## WHAT TO WORK ON
What lines of the listing include the string "return"? Show them all.

####################

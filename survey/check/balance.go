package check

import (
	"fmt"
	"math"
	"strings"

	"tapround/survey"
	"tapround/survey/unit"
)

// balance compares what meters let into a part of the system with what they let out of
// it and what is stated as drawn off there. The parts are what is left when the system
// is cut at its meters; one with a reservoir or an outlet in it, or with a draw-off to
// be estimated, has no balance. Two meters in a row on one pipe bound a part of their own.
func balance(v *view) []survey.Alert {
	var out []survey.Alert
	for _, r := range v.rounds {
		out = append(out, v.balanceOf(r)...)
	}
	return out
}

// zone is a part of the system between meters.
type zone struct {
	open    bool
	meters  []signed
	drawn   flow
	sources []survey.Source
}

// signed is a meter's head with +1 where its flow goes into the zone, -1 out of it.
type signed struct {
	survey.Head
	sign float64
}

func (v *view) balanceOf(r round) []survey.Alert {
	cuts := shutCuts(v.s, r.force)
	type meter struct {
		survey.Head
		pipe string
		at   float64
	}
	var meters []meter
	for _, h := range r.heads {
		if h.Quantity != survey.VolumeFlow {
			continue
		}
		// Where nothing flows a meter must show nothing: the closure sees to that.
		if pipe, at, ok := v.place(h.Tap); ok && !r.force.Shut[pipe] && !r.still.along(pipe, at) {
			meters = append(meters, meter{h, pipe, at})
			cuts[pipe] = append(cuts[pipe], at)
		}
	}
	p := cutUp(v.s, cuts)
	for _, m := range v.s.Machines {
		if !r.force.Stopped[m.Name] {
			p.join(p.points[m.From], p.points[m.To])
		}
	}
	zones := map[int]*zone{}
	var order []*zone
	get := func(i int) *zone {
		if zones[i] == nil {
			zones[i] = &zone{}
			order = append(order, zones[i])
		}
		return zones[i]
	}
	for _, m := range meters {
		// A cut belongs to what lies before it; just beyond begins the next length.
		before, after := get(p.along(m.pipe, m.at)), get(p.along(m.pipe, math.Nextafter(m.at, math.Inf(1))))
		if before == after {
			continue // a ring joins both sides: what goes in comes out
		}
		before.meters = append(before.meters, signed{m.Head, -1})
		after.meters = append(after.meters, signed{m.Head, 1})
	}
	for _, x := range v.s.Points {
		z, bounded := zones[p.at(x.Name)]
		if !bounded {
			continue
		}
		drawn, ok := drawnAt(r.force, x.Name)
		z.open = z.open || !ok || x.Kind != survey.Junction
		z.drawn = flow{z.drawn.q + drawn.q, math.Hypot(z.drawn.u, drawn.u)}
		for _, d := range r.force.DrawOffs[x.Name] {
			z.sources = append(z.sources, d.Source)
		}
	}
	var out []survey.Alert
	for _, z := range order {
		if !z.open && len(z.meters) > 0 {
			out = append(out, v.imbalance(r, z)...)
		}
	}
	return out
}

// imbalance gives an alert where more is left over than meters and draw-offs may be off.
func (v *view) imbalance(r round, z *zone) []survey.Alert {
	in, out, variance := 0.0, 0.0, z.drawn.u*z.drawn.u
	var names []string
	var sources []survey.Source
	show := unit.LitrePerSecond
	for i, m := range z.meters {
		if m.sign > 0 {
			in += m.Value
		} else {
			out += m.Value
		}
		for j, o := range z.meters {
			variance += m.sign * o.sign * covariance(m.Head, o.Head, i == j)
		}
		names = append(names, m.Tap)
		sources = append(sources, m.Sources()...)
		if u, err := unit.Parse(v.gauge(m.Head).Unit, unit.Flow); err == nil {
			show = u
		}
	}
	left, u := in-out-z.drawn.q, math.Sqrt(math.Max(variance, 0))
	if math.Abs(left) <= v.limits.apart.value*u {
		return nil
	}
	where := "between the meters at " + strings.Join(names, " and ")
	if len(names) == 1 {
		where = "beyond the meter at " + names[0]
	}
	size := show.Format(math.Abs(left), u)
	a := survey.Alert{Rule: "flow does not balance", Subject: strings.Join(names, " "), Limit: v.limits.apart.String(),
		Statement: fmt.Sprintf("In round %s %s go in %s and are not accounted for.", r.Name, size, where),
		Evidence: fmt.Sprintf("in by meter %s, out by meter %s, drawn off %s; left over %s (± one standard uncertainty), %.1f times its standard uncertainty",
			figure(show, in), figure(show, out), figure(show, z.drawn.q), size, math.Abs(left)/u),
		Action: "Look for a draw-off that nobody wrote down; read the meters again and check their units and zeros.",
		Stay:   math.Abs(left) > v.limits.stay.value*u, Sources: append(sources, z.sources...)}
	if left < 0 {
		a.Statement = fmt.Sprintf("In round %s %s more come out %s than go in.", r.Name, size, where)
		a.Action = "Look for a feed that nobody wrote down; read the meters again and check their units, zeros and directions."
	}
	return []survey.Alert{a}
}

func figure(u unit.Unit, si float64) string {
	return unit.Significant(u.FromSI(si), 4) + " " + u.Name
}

####################

## SOLVED EXERCISE
	return out
		return zones[i]
	return out
		return nil
	return []survey.Alert{a}
	return unit.Significant(u.FromSI(si), 4) + " " + u.Name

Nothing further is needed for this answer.